A dividend reinvestment plan offers shareholders the opportunity to repurchase new fully paid ordinary shares in a company, rather than take their dividend payment as cash.
One of the main benefits is that additional shares purchased through the plan are generally offered at a discount to the market price. This discount normally works out between two to five percent but can be as much as ten percent.
Another advantage is that shareholders don't have to pay brokerage when reinvesting their dividends. That means you can build up your stake in a company at no additional cost.
As an example, say you owned 1,000 shares in a company which recently paid an interim dividend of 79 cents per share. The shares are valued at $25 each and are offered at a five percent discount in the dividend reinvestment plan. So you could take $790 in cash, or you could increase your stake in the company by 33 shares (The dividend payment of $790 being divided by the discount price of $23.75). The next time the company pays a dividend, you will receive a further 33 allotments of that dividend (taking your total dividend allotments to 1033), further increasing your holding in the company and indirectly forcing you to save.
The downside however is that you need to be diligent with your records, so that you can accurately calculate capital gains tax when your shares are eventually sold.
For example, say you were holding a particular share with a dividend reinvestment plan for 20 years and that company paid dividends twice a year. That means you would have 40 separate transactions that you would need to keep records of for capital gains tax purposes.
Another thing to consider is whether or not you think your stock is overvalued. If so, it is probably not feasible reinvesting back into that company, as it may make more sense to take the cash payment and buy shares in another company, thereby diversifying your portfolio.

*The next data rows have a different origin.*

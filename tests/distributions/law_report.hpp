// The tests of fit for draws of a one-dimensional continuous law: one list, which the laws must
// pass and the planted faults must not.
//
// Reference: Boost.Math (distribution function, mean, variance, skewness, kurtosis), and the
// entries of tests/reference/distributions.json (quantiles and distribution function, by mpmath).
// Heavy tails: the mean is tested where the sample makes it nearly normal, the variance where the
// excess kurtosis is at most 6; elsewhere the counts beyond quantiles stand for them.

#ifndef LEAT_TESTS_DISTRIBUTIONS_LAW_REPORT_HPP
#define LEAT_TESTS_DISTRIBUTIONS_LAW_REPORT_HPP

#include "support/statistics.hpp"

#include <boost/math/distributions/complement.hpp>
#include <boost/math/policies/policy.hpp>
#include <nlohmann/json.hpp>

#include <algorithm>
#include <string>
#include <vector>

namespace leat_test {

/// For boost::math laws: computing in double is exact enough, and quicker.
using in_double = boost::math::policies::policy<boost::math::policies::promote_double<false>>;

template <class Law, class G>
std::vector<double> draw_values(const Law& law, int n, G& g) {
    std::vector<double> x(static_cast<std::size_t>(n));
    for (double& value : x) {
        value = static_cast<double>(law(g));
    }
    return x;
}

/// Kolmogorov-Smirnov, mean and variance: at most 3 outcomes. Reorders x.
template <class Reference>
std::vector<outcome> law_report(const std::string& name, std::vector<double>& x,
                                const Reference& law) {
    const auto n = static_cast<double>(x.size());
    std::vector<outcome> report;
    report.push_back(kolmogorov_smirnov_test(name + ", Kolmogorov-Smirnov", x,
                                             [&law](double value) { return cdf(law, value); }));
    const double centre = mean(law);
    const double spread = variance(law);
    const double excess = kurtosis_excess(law);
    double sum = 0;
    double squares = 0;
    for (const double value : x) {
        sum += value;
        squares += (value - centre) * (value - centre) / spread;
    }
    const known_moments first{centre, spread, skewness(law)};
    if (first.nearly_normal(n)) {
        report.push_back(mean_test(name + ", mean", sum, n, first));
    }
    if (excess <= 6) {
        report.push_back(mean_test(name + ", variance", squares, n, {1, excess + 2}));
    }
    return report;
}

/// How many draws lie below the entry's quantiles and points: 15 outcomes.
inline std::vector<outcome> quantile_report(const std::string& name, const std::vector<double>& x,
                                            const nlohmann::json& entry) {
    std::vector<outcome> report;
    const auto count_below = [&](double point, double p) {
        const auto hits =
            std::count_if(x.begin(), x.end(), [point](double value) { return value <= point; });
        report.push_back(count_test(name + ", count below " + std::to_string(point),
                                    static_cast<std::uint64_t>(hits), x.size(), p));
    };
    const auto count_above = [&](double point, double p) {
        const auto hits =
            std::count_if(x.begin(), x.end(), [point](double value) { return value > point; });
        report.push_back(count_test(name + ", count above " + std::to_string(point),
                                    static_cast<std::uint64_t>(hits), x.size(), p));
    };
    const auto& expected = entry.at("expected");
    for (const auto& [p, point] : expected.at("lower").items()) {
        count_below(point, std::stod(p));
    }
    for (const auto& [p, point] : expected.at("upper").items()) {
        count_above(point, std::stod(p));
    }
    for (const auto& at : expected.at("at")) {
        if (at.at("cdf") < at.at("sf")) {
            count_below(at.at("x"), at.at("cdf"));
        } else {
            count_above(at.at("x"), at.at("sf"));
        }
    }
    return report;
}

inline std::vector<outcome> operator+(std::vector<outcome> a, const std::vector<outcome>& b) {
    a.insert(a.end(), b.begin(), b.end());
    return a;
}

} // namespace leat_test

#endif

As with all investing options, it is important to consider your own position when deciding whether or not to participate in a dividend reinvestment plan. If you won't notice the dividend payment or are likely to blow the cash on a spending spree, it can be a great way of boosting your portfolio and getting compounding to work in your favour. However if the cost of keeping tax records on all your reinvestments is going to be prohibitive, or you think your stock is overvalued, then perhaps you should avoid reinvesting. Essentially, a dividend reinvestment plan is a low cost way of buying more stock.